TASK DIRECTIONS>
Search the entries below for the string "append" and copy the lines that hold it.

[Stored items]
Content starts

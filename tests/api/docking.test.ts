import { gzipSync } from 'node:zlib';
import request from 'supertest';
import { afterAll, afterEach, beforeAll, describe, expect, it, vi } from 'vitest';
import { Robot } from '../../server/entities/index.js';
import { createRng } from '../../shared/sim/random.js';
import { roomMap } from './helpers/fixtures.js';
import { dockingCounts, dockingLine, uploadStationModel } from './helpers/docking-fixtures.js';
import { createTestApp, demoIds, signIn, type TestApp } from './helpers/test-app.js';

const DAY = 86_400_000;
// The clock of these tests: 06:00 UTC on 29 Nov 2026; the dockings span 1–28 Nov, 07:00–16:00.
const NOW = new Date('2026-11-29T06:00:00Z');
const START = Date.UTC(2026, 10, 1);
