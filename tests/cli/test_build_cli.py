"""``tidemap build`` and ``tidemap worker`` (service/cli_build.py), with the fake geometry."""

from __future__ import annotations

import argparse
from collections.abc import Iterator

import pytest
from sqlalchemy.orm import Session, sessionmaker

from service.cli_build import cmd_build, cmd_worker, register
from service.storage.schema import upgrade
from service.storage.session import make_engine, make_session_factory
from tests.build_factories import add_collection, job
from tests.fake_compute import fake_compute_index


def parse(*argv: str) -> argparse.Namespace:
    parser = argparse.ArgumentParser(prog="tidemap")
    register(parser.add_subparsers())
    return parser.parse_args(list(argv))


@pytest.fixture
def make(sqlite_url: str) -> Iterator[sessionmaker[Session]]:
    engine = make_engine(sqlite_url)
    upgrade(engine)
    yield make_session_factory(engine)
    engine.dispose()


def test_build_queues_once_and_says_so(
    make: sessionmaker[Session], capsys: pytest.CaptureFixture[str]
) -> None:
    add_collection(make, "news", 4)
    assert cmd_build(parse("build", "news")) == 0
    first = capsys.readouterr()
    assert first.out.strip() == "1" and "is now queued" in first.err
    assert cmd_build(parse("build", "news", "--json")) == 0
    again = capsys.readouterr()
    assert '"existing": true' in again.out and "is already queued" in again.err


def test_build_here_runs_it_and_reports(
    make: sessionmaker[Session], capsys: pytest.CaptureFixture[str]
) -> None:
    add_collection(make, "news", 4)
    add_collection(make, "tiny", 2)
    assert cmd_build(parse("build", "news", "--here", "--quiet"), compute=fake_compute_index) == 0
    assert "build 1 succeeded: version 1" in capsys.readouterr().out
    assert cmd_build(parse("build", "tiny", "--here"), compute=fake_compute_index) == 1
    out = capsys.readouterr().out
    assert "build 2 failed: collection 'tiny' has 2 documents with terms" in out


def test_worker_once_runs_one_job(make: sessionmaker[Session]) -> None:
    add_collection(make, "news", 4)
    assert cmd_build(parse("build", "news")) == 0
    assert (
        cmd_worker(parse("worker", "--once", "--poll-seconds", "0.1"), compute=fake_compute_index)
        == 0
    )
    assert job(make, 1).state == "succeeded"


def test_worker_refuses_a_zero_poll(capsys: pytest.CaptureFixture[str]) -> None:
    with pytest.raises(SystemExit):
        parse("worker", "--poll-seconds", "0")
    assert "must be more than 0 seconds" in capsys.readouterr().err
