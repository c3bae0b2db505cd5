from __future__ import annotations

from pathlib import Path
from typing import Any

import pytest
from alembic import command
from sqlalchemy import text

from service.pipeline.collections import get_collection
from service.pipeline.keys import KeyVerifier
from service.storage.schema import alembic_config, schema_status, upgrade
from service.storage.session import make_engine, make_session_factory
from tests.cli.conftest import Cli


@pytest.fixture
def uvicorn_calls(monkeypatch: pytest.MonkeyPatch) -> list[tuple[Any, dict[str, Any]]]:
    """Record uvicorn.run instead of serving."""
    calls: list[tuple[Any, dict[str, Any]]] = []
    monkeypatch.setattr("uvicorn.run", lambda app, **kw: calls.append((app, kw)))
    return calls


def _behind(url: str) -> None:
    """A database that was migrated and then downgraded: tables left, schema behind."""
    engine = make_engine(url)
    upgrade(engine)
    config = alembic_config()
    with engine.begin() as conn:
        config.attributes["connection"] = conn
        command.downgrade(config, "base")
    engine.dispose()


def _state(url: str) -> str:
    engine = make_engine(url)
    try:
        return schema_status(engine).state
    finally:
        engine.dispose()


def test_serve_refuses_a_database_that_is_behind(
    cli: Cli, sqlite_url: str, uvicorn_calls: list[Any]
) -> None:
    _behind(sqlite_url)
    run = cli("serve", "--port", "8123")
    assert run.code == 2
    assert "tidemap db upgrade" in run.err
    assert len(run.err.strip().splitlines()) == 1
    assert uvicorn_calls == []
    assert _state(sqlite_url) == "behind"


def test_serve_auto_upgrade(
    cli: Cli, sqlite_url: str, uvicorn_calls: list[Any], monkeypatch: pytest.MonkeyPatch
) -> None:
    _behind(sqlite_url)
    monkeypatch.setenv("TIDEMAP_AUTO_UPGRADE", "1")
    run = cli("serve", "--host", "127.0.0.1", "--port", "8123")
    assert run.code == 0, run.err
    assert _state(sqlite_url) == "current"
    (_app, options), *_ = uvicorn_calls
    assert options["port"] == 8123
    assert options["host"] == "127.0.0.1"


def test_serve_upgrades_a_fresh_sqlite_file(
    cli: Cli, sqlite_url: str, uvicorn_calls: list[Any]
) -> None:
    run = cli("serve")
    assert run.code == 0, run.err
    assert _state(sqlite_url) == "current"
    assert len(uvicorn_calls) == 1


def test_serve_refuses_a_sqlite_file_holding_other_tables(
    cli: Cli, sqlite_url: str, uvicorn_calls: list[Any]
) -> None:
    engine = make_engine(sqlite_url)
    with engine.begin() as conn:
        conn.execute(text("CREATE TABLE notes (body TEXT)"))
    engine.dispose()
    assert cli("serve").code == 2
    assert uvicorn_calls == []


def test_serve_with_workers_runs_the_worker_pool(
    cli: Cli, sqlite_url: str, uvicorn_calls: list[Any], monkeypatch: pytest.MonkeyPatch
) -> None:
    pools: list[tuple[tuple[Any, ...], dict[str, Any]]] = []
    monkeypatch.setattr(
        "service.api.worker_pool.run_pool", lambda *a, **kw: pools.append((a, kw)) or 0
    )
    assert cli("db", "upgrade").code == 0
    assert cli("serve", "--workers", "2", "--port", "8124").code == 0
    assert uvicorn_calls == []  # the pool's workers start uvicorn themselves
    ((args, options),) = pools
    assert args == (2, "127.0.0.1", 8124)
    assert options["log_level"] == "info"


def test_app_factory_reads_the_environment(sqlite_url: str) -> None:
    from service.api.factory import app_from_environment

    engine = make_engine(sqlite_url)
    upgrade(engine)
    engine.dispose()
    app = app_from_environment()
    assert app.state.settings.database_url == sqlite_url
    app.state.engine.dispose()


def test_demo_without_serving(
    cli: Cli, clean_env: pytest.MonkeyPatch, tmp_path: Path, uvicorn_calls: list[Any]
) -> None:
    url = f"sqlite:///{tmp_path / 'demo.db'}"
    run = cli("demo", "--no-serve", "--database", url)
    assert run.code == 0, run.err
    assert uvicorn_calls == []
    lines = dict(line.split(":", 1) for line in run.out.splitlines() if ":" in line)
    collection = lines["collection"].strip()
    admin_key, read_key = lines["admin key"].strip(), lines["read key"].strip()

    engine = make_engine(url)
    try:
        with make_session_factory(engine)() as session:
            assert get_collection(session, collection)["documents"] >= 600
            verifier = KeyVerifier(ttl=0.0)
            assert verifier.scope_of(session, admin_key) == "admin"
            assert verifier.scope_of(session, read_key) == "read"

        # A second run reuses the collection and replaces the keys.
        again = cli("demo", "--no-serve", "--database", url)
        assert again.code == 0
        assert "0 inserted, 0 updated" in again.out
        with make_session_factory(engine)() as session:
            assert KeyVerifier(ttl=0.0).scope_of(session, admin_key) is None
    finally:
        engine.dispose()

Content ends

EXPECTED OUTPUT>
    monkeypatch.setattr("uvicorn.run", lambda app, **kw: calls.append((app, kw)))
        "service.api.worker_pool.run_pool", lambda *a, **kw: pools.append((a, kw)) or 0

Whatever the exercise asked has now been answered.